The CIC-BCCC-NRC TabularIoTAttack-2024 dataset is a comprehensive collection of IoT network traffic data generated as part of an advanced effort to create a reliable source for training and testing AI-powered IoT cybersecurity models. This dataset is designed to address modern challenges in detecting and identifying IoT-specific cyberattacks, offering a rich and diverse set of labeled data that reflects realistic IoT network behaviours.
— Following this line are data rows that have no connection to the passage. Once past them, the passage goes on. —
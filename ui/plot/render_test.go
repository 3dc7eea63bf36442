package plot

import (
	"encoding/xml"
	"errors"
	"io"
	"math"
	"strconv"
	"strings"
	"testing"
)

func render(t testing.TB, c *Chart) (*Node, *Layout) {
	t.Helper()
	root, lay, err := c.Render()
	if err != nil {
		t.Fatal(err)
	}
	return root, lay
}

func near(a, b, tol float64) bool { return math.Abs(a-b) <= tol }

// TestScaleRoundTrip: Value inverts Pixel and Pixel inverts Value, on
// linear, log and inverted scales.
func TestScaleRoundTrip(t *testing.T) {
	scales := []Scale{
		{Log: false, Min: -2.5, Max: 7, From: 80, To: 900},
		{Log: true, Min: 0.5, Max: 5000, From: 80, To: 900},
		{Log: true, Min: 1e-3, Max: 5, From: 540, To: 40},
		{Log: false, Min: 0, Max: 2, From: 40, To: 540},   // inverted y
		{Log: true, Min: 1, Max: 1000, From: 900, To: 80}, // inverted x
	}
	for _, s := range scales {
		if !near(s.Pixel(s.Min), s.From, 1e-9) || !near(s.Pixel(s.Max), s.To, 1e-9) {
			t.Errorf("%+v: ends map to %g, %g", s, s.Pixel(s.Min), s.Pixel(s.Max))
		}
		for k := 0; k <= 20; k++ {
			p := s.From + (s.To-s.From)*float64(k)/20
			v := s.Value(p)
			if back := s.Pixel(v); !near(back, p, 1e-9) {
				t.Errorf("%+v: pixel %g → %g → %g", s, p, v, back)
			}
			if back := s.Value(s.Pixel(v)); math.Abs(back-v) > 1e-12*math.Max(1, math.Abs(v)) {
				t.Errorf("%+v: value %g → %g", s, v, back)
			}
		}
		if s.Log {
			for _, v := range []float64{0, -1, math.NaN()} {
				if p := s.Pixel(v); !math.IsNaN(p) {
					t.Errorf("log scale: Pixel(%g) = %g, want NaN", v, p)
				}
			}
		}
	}
	// Log mapping: each decade is the same length (definition of a log axis).
	s := Scale{Log: true, Min: 0.1, Max: 1000, From: 100, To: 900}
	for _, v := range []float64{0.1, 1, 10, 100, 1000} {
		want := 100 + 200*(math.Log10(v)+1)
		if !near(s.Pixel(v), want, 1e-9) {
			t.Errorf("Pixel(%g) = %g, want %g", v, s.Pixel(v), want)
		}
	}
}

func TestLayoutMapping(t *testing.T) {
	root, lay := render(t, logLogChart())
	p := lay.Plot
	if lay.X.From != p.Left || lay.X.To != p.Right || lay.Y.From != p.Bottom || lay.Y.To != p.Top {
		t.Errorf("scales %+v %+v do not span the plot %+v", lay.X, lay.Y, p)
	}
	for _, d := range [][2]float64{{1, 0.01}, {3, 0.2}, {900, 1.7}, {0.5, 0.001}} {
		px, py := lay.Pixel(d[0], d[1])
		x, y := lay.Value(px, py)
		if math.Abs(x-d[0]) > 1e-12*d[0] || math.Abs(y-d[1]) > 1e-12*d[1] {
			t.Errorf("data %v → pixel (%g, %g) → data (%g, %g)", d, px, py, x, y)
		}
		if !lay.Inside(px, py) {
			t.Errorf("data %v at (%g, %g) is not inside the plot %+v", d, px, py, p)
		}
	}
	if lay.Inside(p.Left-1, p.Top) || lay.Inside(p.Left, p.Bottom+1) {
		t.Error("Inside accepts points outside the plot")
	}
	// A drag from the window's right end leftwards past the plot.
	p900 := lay.X.Pixel(900)
	lo, hi, ok := lay.XSpan(p900, p.Left-50)
	if !ok || !near(hi, 900, 1e-9) || !near(lo, lay.X.Min, 1e-12) {
		t.Errorf("XSpan = %g, %g, %v; want %g, 900", lo, hi, ok, lay.X.Min)
	}
	if _, _, ok := lay.XSpan(p900, p900+1); ok {
		t.Error("XSpan of 1 px accepted")
	}
	if _, _, ok := lay.XSpan(math.NaN(), p900); ok {
		t.Error("XSpan of NaN accepted")
	}
	// viewBox ↔ screen: the SVG shown at half size in a box 200 px taller
	// than needed (letterboxed vertically by "xMidYMid meet").
	vb := root.Attr("viewBox")
	if vb != "0 0 "+num(lay.Width)+" "+num(lay.Height) {
		t.Errorf("viewBox %q, layout %g × %g", vb, lay.Width, lay.Height)
	}
	box := Rect{Left: 10, Top: 20, Right: 10 + lay.Width/2, Bottom: 20 + lay.Height/2 + 200}
	px, py := lay.ViewBoxPoint(10+300/2, 20+100+400/2, box)
	if !near(px, 300, 1e-9) || !near(py, 400, 1e-9) {
		t.Errorf("ViewBoxPoint = %g, %g, want 300, 400", px, py)
	}
	if px, _ := lay.ViewBoxPoint(1, 1, Rect{}); !math.IsNaN(px) {
		t.Error("ViewBoxPoint of an empty box is not NaN")
	}
}

func TestInvertedAxis(t *testing.T) {
	_, lay := render(t, semilogChart())
	if !(lay.Y.Pixel(1.5) > lay.Y.Pixel(0.5)) {
		t.Errorf("inverted y: 1.5 m at %g is not below 0.5 m at %g", lay.Y.Pixel(1.5), lay.Y.Pixel(0.5))
	}
	if lay.Y.From != lay.Plot.Top {
		t.Errorf("inverted y starts at %g, want the top %g", lay.Y.From, lay.Plot.Top)
	}
	c := semilogChart()
	c.X.Invert = true
	_, lay = render(t, c)
	if !(lay.X.Pixel(10) > lay.X.Pixel(100)) {
		t.Error("inverted x: 10 is not right of 100")
	}
}

// TestEscaping: user text is escaped in the SVG string and kept whole in
// the tree, where the browser layer sets it with textContent.
func TestEscaping(t *testing.T) {
	const evil = `<img src=x onerror="alert('x')">&amp;`
	c := &Chart{
		Title: "title " + evil,
		X:     Axis{Label: evil, Log: true},
		Y:     Axis{Label: "bad\x00control\x1b and \xff byte"},
		Series: []Series{
			{Name: "name " + evil, X: []float64{1, 10}, Y: []float64{1, 2}},
		},
		WindowLabel: "</text><script>alert(1)</script>",
		Window:      &[2]float64{2, 5},
		Notes:       []string{"note " + evil + "\nsecond line"},
	}
	root, _ := render(t, c)
	svg := root.SVG()
	for _, bad := range []string{"<img", "<script", "\x00", "\x1b", "\xff"} {
		if strings.Contains(svg, bad) {
			t.Errorf("SVG contains %q", bad)
		}
	}
	if !strings.Contains(svg, "&lt;img src=x onerror=&#34;alert(&#39;x&#39;)&#34;&gt;&amp;amp;") &&
		!strings.Contains(svg, "&lt;img src=x onerror=\"alert('x')\"&gt;&amp;amp;") {
		t.Errorf("escaped label not found in\n%s", svg)
	}
	// The output is well-formed XML and every text decodes to what the
	// tree holds.
	var texts []string
	root.Walk(func(n *Node) {
		if n.Text != "" {
			texts = append(texts, n.Text)
		}
	})
	dec := xml.NewDecoder(strings.NewReader(svg))
	var got []string
	var attrs []string
	for {
		tok, err := dec.Token()
		if err == io.EOF {
			break
		}
		if err != nil {
			t.Fatalf("SVG is not well-formed XML: %v", err)
		}
		switch tk := tok.(type) {
		case xml.CharData:
			if s := strings.TrimSpace(string(tk)); s != "" {
				got = append(got, string(tk))
			}
		case xml.StartElement:
			for _, a := range tk.Attr {
				attrs = append(attrs, a.Value)
			}
		}
	}
	if strings.Join(got, "|") != strings.Join(texts, "|") {
		t.Errorf("decoded texts\n%q\nwant\n%q", got, texts)
	}
	foundLabel := false
	for _, tx := range texts {
		if tx == evil {
			foundLabel = true
		}
	}
	if !foundLabel {
		t.Errorf("x label not kept whole in the tree: %q", texts)
	}
	if !strings.Contains(strings.Join(attrs, "|"), "title "+evil) {
		t.Error("aria-label attribute does not decode to the title")
	}
	if !strings.Contains(strings.Join(texts, "|"), "bad\uFFFDcontrol\uFFFD and \uFFFD byte") {
		t.Errorf("control characters not replaced: %q", texts)
	}
}

func TestSVGEscapeNode(t *testing.T) {
	n := &Node{Tag: "g", Attrs: []Attr{{"data-x", "a\"b'c<d>&\te\nf"}}, Children: []*Node{
		{Tag: "text", Text: "1 < 2 & 3 > \"q\" 'a'"},
		{Tag: "path"},
	}}
	want := "<g data-x=\"a&quot;b&#39;c&lt;d&gt;&amp;&#9;e&#10;f\">\n<text>1 &lt; 2 &amp; 3 &gt; \"q\" 'a'</text>\n<path/>\n</g>\n"
	if got := n.SVG(); got != want {
		t.Errorf("SVG()\n%q\nwant\n%q", got, want)
	}
}
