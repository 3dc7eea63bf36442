//go:build js && wasm

// Command storeprobe runs the checks of the store package against the
// browser's real IndexedDB and writes the outcome into the page, for the
// web tests: one <li data-check="name" data-ok="true|false"> per check in
// <ul id="probe-results">, then data-probe="done" on <html>.
package main

import (
	"context"
	"errors"
	"fmt"
	"strconv"
	"strings"
	"syscall/js"
	"time"

	"fieldfit/ui/store"
	"fieldfit/ui/store/storetest"
)

type result struct {
	name, detail string
	ok           bool
}

var results []result

func pass(name, format string, args ...any) {
	results = append(results, result{name: name, ok: true, detail: fmt.Sprintf(format, args...)})
}

func fail(name, format string, args ...any) {
	results = append(results, result{name: name, ok: false, detail: fmt.Sprintf(format, args...)})
}

func main() {
	go run()
	select {}
}

func run() {
	defer report()
	defer func() {
		if r := recover(); r != nil {
			fail("panic", "%v", r)
		}
	}()
	ctx, cancel := context.WithTimeout(context.Background(), 60*time.Second)
	defer cancel()
	stamp := strconv.FormatInt(time.Now().UnixNano(), 36)

	conformance(ctx, "probe-conformance-"+stamp)
	persist(ctx, "probe-persist")
	migrate(ctx, "probe-migrate-"+stamp)
	migrateAtomic(ctx, "probe-atomic-"+stamp)
	tooNew(ctx, "probe-toonew-"+stamp)
	badRecord(ctx, "probe-bad-"+stamp)
	blocked(ctx, "probe-blocked-"+stamp)
	unavailable(ctx)
}

func conformance(ctx context.Context, db string) {
	s, err := store.OpenIndexedDB(ctx, db)
	if err != nil {
		fail("conformance", "open: %v", err)
		return
	}
	if err := storetest.Check(ctx, s); err != nil {
		fail("conformance", "%v", err)
		s.Close()
		return
	}
	if err := s.Close(); err != nil {
		fail("conformance", "close: %v", err)
		return
	}
	if err := storetest.CheckClosed(ctx, s); err != nil {
		fail("conformance", "%v", err)
		return
	}
	pass("conformance", "storetest.Check and CheckClosed passed on IndexedDB %q", db)
}

// persist keeps one record across page loads: the first load writes it,
// every later load finds it and counts up.
func persist(ctx context.Context, db string) {
	s, err := store.OpenIndexedDB(ctx, db)
	if err != nil {
		fail("persist", "open: %v", err)
		return
	}
	defer s.Close()
	r, err := s.Get(ctx, "kept")
	switch {
	case errors.Is(err, store.ErrNotFound):
		r = store.Record{ID: "kept", Name: "Kept across loads", Rev: 1, Changed: time.Now(), Data: []byte(`{"loads":1}`)}
		if err := s.Put(ctx, r); err != nil {
			fail("persist", "put: %v", err)
			return
		}
		pass("persist", "written rev 1")
	case err != nil:
		fail("persist", "get: %v", err)
	default:
		r.Rev++
		r.Changed = time.Now()
		if err := s.Put(ctx, r); err != nil {
			fail("persist", "put: %v", err)
			return
		}
		pass("persist", "found, now rev %d", r.Rev)
	}
}

// next is a made-up schema version 2: names are trimmed and get a "+".
func next(failOn string) store.Schema {
	return store.Schema{Version: store.SchemaVersion + 1, Migrations: []store.Migration{{
		From: 1,
		Note: "trim names and mark them",
		Apply: func(r store.Record) (store.Record, error) {
			if r.ID == failOn {
				return r, errors.New("this record cannot be migrated")
			}
			r.Name = strings.TrimSpace(r.Name) + "+"
			return r, nil
		},
	}}}
}

func seed(ctx context.Context, db string, recs ...store.Record) error {
	s, err := store.OpenIndexedDB(ctx, db)
	if err != nil {
		return fmt.Errorf("open v1: %w", err)
	}
	defer s.Close()
	for _, r := range recs {
		if err := s.Put(ctx, r); err != nil {
			return err
		}
	}
	return nil
}

func names(ctx context.Context, s store.Store) (string, error) {
	rs, err := s.List(ctx)
	if err != nil {
		return "", err
	}
	var out []string
	for _, r := range rs {
		out = append(out, r.ID+"="+r.Name)
	}
	return strings.Join(out, ","), nil
}

func migrate(ctx context.Context, db string) {
	if err := seed(ctx, db,
		store.Record{ID: "a", Name: "  North paddock  ", Rev: 3, Data: []byte("A")},
		store.Record{ID: "b", Name: "South paddock", Rev: 1, Data: []byte("B")},
	); err != nil {
		fail("migrate", "%v", err)
		return
	}
	s, err := store.OpenIndexedDBSchema(ctx, db, next(""))
	if err != nil {
		fail("migrate", "open v2: %v", err)
		return
	}
	got, err := names(ctx, s)
	s.Close()
	if err != nil {
		fail("migrate", "list: %v", err)
		return
	}
	if want := "a=North paddock+,b=South paddock+"; got != want {
		fail("migrate", "after 1→2: %s, want %s", got, want)
		return
	}
	// Opening again at version 2 must not migrate twice.
	s, err = store.OpenIndexedDBSchema(ctx, db, next(""))
	if err != nil {
		fail("migrate", "reopen v2: %v", err)
		return
	}
	got, err = names(ctx, s)
	s.Close()
	if want := "a=North paddock+,b=South paddock+"; err != nil || got != want {
		fail("migrate", "after reopening: %s, %v, want %s", got, err, want)
		return
	}
	pass("migrate", "%s", got)
}

func migrateAtomic(ctx context.Context, db string) {
	if err := seed(ctx, db,
		store.Record{ID: "a", Name: "one"},
		store.Record{ID: "b", Name: "two"},
		store.Record{ID: "c", Name: "three"},
	); err != nil {
		fail("migrate-atomic", "%v", err)
		return
	}
	_, err := store.OpenIndexedDBSchema(ctx, db, next("b"))
	var se *store.Error
	if err == nil || !errors.As(err, &se) || se.ID != "b" || se.Op != "migrate" {
		fail("migrate-atomic", "open with a failing step: %v, want a migrate error naming record b", err)
		return
	}
	s, err := store.OpenIndexedDBSchema(ctx, db, next(""))
	if err != nil {
		fail("migrate-atomic", "open with a working step: %v", err)
		return
	}
	got, err := names(ctx, s)
	s.Close()
	// One "+" each: the failed attempt left nothing half-migrated.
	if want := "a=one+,c=three+,b=two+"; err != nil || got != want {
		fail("migrate-atomic", "after retry: %s, %v, want %s", got, err, want)
		return
	}
	pass("migrate-atomic", "failed step reported %q; retry gave %s", se.Error(), got)
}

func tooNew(ctx context.Context, db string) {
	s, err := store.OpenIndexedDBSchema(ctx, db, next(""))
	if err != nil {
		fail("too-new", "open v2: %v", err)
		return
	}
	s.Close()
	_, err = store.OpenIndexedDB(ctx, db)
	if !errors.Is(err, store.ErrSchemaTooNew) {
		fail("too-new", "open v1 of a v2 database: %v, want ErrSchemaTooNew", err)
		return
	}
	pass("too-new", "%v", err)
}

// await waits for the success or error event of an IndexedDB request.
func await(ctx context.Context, req js.Value, okEvent string) (js.Value, error) {
	type out struct {
		v   js.Value
		err error
	}
	ch := make(chan out, 1)
	ok := js.FuncOf(func(js.Value, []js.Value) any {
		ch <- out{v: req.Get("result")}
		return nil
	})
	bad := js.FuncOf(func(js.Value, []js.Value) any {
		ch <- out{err: fmt.Errorf("%s", req.Get("error").Call("toString").String())}
		return nil
	})
	defer ok.Release()
	defer bad.Release()
	req.Call("addEventListener", okEvent, ok)
	req.Call("addEventListener", "error", bad)
	req.Call("addEventListener", "abort", bad)
	select {
	case o := <-ch:
		return o.v, o.err
	case <-ctx.Done():
		return js.Undefined(), ctx.Err()
	}
}

// badRecord writes an entry that is not a valid record straight into the
// object store, and checks that List returns the good ones and names the
// bad one instead of dropping it.
func badRecord(ctx context.Context, db string) {
	if err := seed(ctx, db, store.Record{ID: "good", Name: "Good"}); err != nil {
		fail("bad-record", "%v", err)
		return
	}
	conn, err := await(ctx, js.Global().Get("indexedDB").Call("open", db), "success")
	if err != nil {
		fail("bad-record", "raw open: %v", err)
		return
	}
	tx := conn.Call("transaction", "projects", "readwrite")
	entry := js.Global().Get("Object").New()
	entry.Set("id", "broken")
	entry.Set("name", 42)
	tx.Call("objectStore", "projects").Call("put", entry)
	_, err = await(ctx, tx, "complete")
	conn.Call("close")
	if err != nil {
		fail("bad-record", "raw put: %v", err)
		return
	}
	s, err := store.OpenIndexedDB(ctx, db)
	if err != nil {
		fail("bad-record", "open: %v", err)
		return
	}
	defer s.Close()
	rs, err := s.List(ctx)
	var se *store.Error
	if len(rs) != 1 || rs[0].ID != "good" || !errors.As(err, &se) || se.ID != "broken" || se.Field != "Name" {
		fail("bad-record", "List: %d records, error %v; want the good record and an error naming broken, field Name", len(rs), err)
		return
	}
	pass("bad-record", "%v", err)
}

// blocked holds a connection open that ignores versionchange, as an old
// tab might, and checks that an upgrade reports ErrBlocked.
func blocked(ctx context.Context, db string) {
	if err := seed(ctx, db, store.Record{ID: "x", Name: "x"}); err != nil {
		fail("blocked", "%v", err)
		return
	}
	conn, err := await(ctx, js.Global().Get("indexedDB").Call("open", db, store.SchemaVersion), "success")
	if err != nil {
		fail("blocked", "raw open: %v", err)
		return
	}
	_, err = store.OpenIndexedDBSchema(ctx, db, next(""))
	conn.Call("close")
	if !errors.Is(err, store.ErrBlocked) {
		fail("blocked", "upgrade while another connection is open: %v, want ErrBlocked", err)
		return
	}
	pass("blocked", "%v", err)
}

// unavailable hides window.indexedDB, as some private modes do.
func unavailable(ctx context.Context) {
	global := js.Global()
	object := global.Get("Object")
	// Chrome keeps the accessor on window itself, others on the prototype.
	orig := object.Call("getOwnPropertyDescriptor", global, "indexedDB")
	desc := object.New()
	desc.Set("value", js.Undefined())
	desc.Set("configurable", true)
	object.Call("defineProperty", global, "indexedDB", desc)
	_, err := store.OpenIndexedDB(ctx, "probe-unavailable")
	if orig.Truthy() {
		object.Call("defineProperty", global, "indexedDB", orig)
	} else {
		global.Get("Reflect").Call("deleteProperty", global, "indexedDB")
	}
	if !errors.Is(err, store.ErrUnavailable) {
		fail("unavailable", "open without indexedDB: %v, want ErrUnavailable", err)
		return
	}
	if !global.Get("indexedDB").Truthy() {
		fail("unavailable", "could not restore window.indexedDB")
		return
	}
	pass("unavailable", "%v", err)
}

// report writes the results into the page (as text, never as HTML).
func report() {
	doc := js.Global().Get("document")
	list := doc.Call("createElement", "ul")
	list.Set("id", "probe-results")
	for _, r := range results {
		li := doc.Call("createElement", "li")
		li.Call("setAttribute", "data-check", r.name)
		li.Call("setAttribute", "data-ok", strconv.FormatBool(r.ok))
		li.Set("textContent", r.name+": "+r.detail)
		list.Call("appendChild", li)
	}
	app := doc.Call("getElementById", "app")
	if !app.Truthy() {
		app = doc.Get("body")
	}
	app.Call("appendChild", list)
	doc.Get("documentElement").Call("setAttribute", "data-probe", "done")
}
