case!(csv_sites_row_with_a_missing_field, |d| {
    let p = file(d, "sites.csv", "site_id,lon,lat\na,0,0\nb,0.001\n");
    plan_fails(
        &roads_ok(d),
        &["--sites", &s(&p)],
        &["sites.csv", "line 3 has 2 field(s) where the header has 3"],
    );
});

case!(csv_sites_header_with_two_separators, |d| {
    let p = file(d, "sites.csv", "site_id,lon;lat\na,0;0\n");
    plan_fails(
        &roads_ok(d),
        &["--sites", &s(&p)],
        &[
            "sites.csv",
            "line 1",
            "several separators (comma, semicolon)",
            "--sites-delimiter",
        ],
    );
});

case!(csv_sites_number_with_point_and_comma, |d| {
    // "1.000,5" may be a thousands point and a decimal comma, or a slip: refused, not guessed.
    let p = file(d, "sites.csv", "site_id;lon;lat\na;0;0\nb;1.000,5;0\n");
    plan_fails(
        &roads_ok(d),
        &["--sites", &s(&p)],
        &[
            "sites.csv",
            "feature 1",
            "field \"lon\"",
            "line 3",
            "both a point and a comma",
        ],
    );
});

case!(csv_sites_decimal_comma_between_commas, |d| {
    let p = file(d, "sites.csv", "site_id,lon,lat\na,\"0,0005\",0\n");
    plan_fails(
        &roads_ok(d),
        &["--sites", &s(&p)],
        &[
            "sites.csv",
            "field \"lon\"",
            "decimal comma is read only in files separated by a semicolon or a tab",
        ],
    );
});

case!(sites_delimiter_not_known, |d| {
    let p = file(d, "sites.csv", "site_id|lon|lat\na|0|0\n");
    plan_fails(
        &roads_ok(d),
        &["--sites", &s(&p), "--sites-delimiter", "|"],
        &["--sites-delimiter", "not a CSV separator"],
    );
});

// ---- GeoPackage sites and zones ----

/// A GeoPackage of one layer `sites` (srs 4326) holding one feature with the given WKB geometry.
fn gpkg_layer(d: &Path, name: &str, kind: &str, wkb: &[u8]) -> std::path::PathBuf {
    let sql = format!(
        "{GEOMETRY_COLUMNS}
         INSERT INTO gpkg_geometry_columns VALUES ('sites', 'geom', '{kind}', 4326, 0, 0);
         CREATE TABLE sites (fid INTEGER PRIMARY KEY, geom BLOB, site_id TEXT);
         INSERT INTO sites VALUES (1, X'{}', 'h');",
        blob(wkb)
    );
    gpkg(d, name, &sql)
}

case!(gpkg_sites_of_lines, |d| {
    let mut wkb = vec![1u8];
    wkb.extend_from_slice(&2u32.to_le_bytes());
    wkb.extend_from_slice(&2u32.to_le_bytes());
    for v in [0.0f64, 0.0001, 0.001, 0.0001] {
        wkb.extend_from_slice(&v.to_le_bytes());
    }
    let p = gpkg_layer(d, "lines.gpkg", "LINESTRING", &wkb);
    plan_fails(
        &roads_ok(d),
        &["--sites", &s(&p)],
        &[
            "lines.gpkg",
            "feature 0",
            "field \"geometry\"",
            "found LineString",
        ],
    );
});

case!(gpkg_site_with_empty_geometry, |d| {
    // The header's empty flag (GeoPackage 1.3 §2.1.3): a site that is nowhere is refused.
    let sql = format!(
        "{GEOMETRY_COLUMNS}
         INSERT INTO gpkg_geometry_columns VALUES ('sites', 'geom', 'POINT', 4326, 0, 0);
         CREATE TABLE sites (fid INTEGER PRIMARY KEY, geom BLOB, site_id TEXT);
         INSERT INTO sites VALUES (1, X'4750001100000000', 'h');"
    );
    let p = gpkg(d, "empty.gpkg", &sql);
    plan_fails(
        &roads_ok(d),
        &["--sites", &s(&p)],
        &[
            "empty.gpkg",
            "feature 0, field \"geom\": the geometry is empty",
        ],
    );
});

case!(gpkg_sites_layer_not_there, |d| {
    let bytes = std::fs::read(data("gpkg/streets.gpkg")).unwrap();
    let p = file(d, "county.gpkg", bytes);
    plan_fails(
        &roads_ok(d),
        &["--sites", &s(&p), "--sites-layer", "hospitals"],
        &["county.gpkg", "no layer \"hospitals\"", "schools, streets"],
    );
    plan_fails(
        &roads_ok(d),
        &["--sites", &s(&p)],
        &[
            "county.gpkg",
            "several layers (schools, streets)",
            "--sites-layer",
        ],
    );
});

case!(gpkg_sites_and_zones_without_geometry_column, |d| {
    let p = gpkg(
        d,
        "table.gpkg",
        "CREATE TABLE sites (fid INTEGER PRIMARY KEY, name TEXT);",
    );
    for flag in ["--sites", "--damage-zones"] {
        plan_fails(
            &roads_ok(d),
            &[flag, &s(&p)],
            &["table.gpkg", "not a GeoPackage with a geometry column"],
        );
    }
});

case!(gpkg_zones_of_points, |d| {
    let mut wkb = vec![1u8];
    wkb.extend_from_slice(&1u32.to_le_bytes());
    for v in [0.0005f64, 0.0] {
        wkb.extend_from_slice(&v.to_le_bytes());
    }
    let p = gpkg_layer(d, "points.gpkg", "POINT", &wkb);
    plan_fails(
        &roads_ok(d),
        &["--damage-zones", &s(&p)],
        &[
            "points.gpkg",
            "feature 0",
            "damage zones must be Polygons, found Point",
        ],
    );
});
The CIC-BCCC-NRC TabularIoTAttack-2024 dataset includes a variety of network traffic data, augmented to simulate IoT environments with high fidelity. It was generated using both real IoT devices and simulated attack scenarios, which were conducted in a controlled lab environment including nine common available datasets:
Year | Original dataset | Augmented name |
---|---|---|
2019 | IoT Network Intrusion Dataset | CIC-BCCC-NRC IoT-HCRL-2019 |
2020 | MQTT-IoT-IDS-2020 | CIC-BCCC-NRC MQTTIoT-IDS-2020 |
2021 | TON IoT 2021 | CIC-BCCC-NRC TONIoT-2021 |
2022 | UQ IoT 2022 | CIC-BCCC-NRC UQ-IoT-2022 |
2022 | CIC IoT 2022 | CIC-BCCC-NRC IoT-2022 |
2022 | Edge-IIoTset | CIC-BCCC-NRC Edge-IIoTset-2022 |
2023 | CIC IoT 2023 | CIC-BCCC-NRC IoT-2023 |
2023 | ACI IoT Network Traffic Dataset 2023 | CIC-BCCC-NRC ACI-IoT-2023 |
2024 | CIC IoMT 2024 | CIC-BCCC-NRC IoMT-2024 |
The dataset extracted a wide array of network characteristics using CICFlowMeter, with each record containing relevant features such as network flows, timestamps, source/destination IPs and attack labels.
Tinshu Sasi, Arash Habibi Lashkari, Rongxing Lu, Pulei Xiong, Shahrear Iqbal, “An Efficient Self Attention-Based 1D-CNN-LSTM Network for IoT Attack Detection and Identification Using Network Traffic”, Journal of Information and Intelligence, 2024.